* **PROBLEM REQUIREMENTS**:
Where does the string "testing" occur in the records below? Copy every line that holds it.

|---|

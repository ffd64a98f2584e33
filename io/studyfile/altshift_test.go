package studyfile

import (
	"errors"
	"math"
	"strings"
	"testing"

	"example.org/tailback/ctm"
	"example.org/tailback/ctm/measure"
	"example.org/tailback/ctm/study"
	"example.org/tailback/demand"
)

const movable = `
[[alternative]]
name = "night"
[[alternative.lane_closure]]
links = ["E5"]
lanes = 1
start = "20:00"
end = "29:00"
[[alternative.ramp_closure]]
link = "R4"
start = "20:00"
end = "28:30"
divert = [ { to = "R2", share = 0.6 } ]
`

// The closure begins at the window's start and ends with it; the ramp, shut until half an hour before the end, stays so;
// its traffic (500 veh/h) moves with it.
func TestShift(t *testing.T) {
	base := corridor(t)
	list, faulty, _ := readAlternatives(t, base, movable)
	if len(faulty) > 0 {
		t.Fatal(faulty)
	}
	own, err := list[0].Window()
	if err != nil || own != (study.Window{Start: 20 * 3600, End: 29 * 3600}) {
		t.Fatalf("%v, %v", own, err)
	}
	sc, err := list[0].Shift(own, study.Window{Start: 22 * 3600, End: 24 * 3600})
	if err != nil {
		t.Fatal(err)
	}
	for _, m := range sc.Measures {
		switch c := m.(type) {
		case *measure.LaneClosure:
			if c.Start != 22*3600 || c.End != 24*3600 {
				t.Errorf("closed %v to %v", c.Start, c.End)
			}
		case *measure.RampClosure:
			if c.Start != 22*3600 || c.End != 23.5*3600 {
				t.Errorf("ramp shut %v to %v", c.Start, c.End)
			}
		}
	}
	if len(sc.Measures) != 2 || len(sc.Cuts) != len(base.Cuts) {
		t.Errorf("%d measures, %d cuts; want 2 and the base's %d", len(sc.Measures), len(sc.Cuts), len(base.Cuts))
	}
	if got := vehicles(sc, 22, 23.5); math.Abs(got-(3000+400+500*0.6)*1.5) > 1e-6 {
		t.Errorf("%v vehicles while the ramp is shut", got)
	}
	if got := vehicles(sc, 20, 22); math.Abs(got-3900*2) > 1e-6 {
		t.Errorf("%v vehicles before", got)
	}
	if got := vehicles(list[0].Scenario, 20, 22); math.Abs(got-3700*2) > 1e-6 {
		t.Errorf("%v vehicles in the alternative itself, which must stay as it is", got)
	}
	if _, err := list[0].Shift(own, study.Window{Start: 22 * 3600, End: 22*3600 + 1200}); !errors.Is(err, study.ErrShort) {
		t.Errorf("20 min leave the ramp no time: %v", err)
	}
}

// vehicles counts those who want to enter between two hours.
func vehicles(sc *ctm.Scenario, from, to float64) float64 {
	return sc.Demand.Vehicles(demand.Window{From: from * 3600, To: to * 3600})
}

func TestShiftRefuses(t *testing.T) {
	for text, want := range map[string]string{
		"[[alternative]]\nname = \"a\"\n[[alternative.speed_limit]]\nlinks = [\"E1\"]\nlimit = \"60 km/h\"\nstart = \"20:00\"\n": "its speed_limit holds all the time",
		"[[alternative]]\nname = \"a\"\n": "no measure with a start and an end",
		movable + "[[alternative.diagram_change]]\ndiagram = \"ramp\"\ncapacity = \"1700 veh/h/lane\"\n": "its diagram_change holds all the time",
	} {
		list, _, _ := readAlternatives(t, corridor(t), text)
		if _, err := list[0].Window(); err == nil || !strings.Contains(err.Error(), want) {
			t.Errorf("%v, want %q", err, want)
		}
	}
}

|---|

* **SOLUTION FOR THIS TASK**:
	"testing"
func TestShift(t *testing.T) {
func TestShiftRefuses(t *testing.T) {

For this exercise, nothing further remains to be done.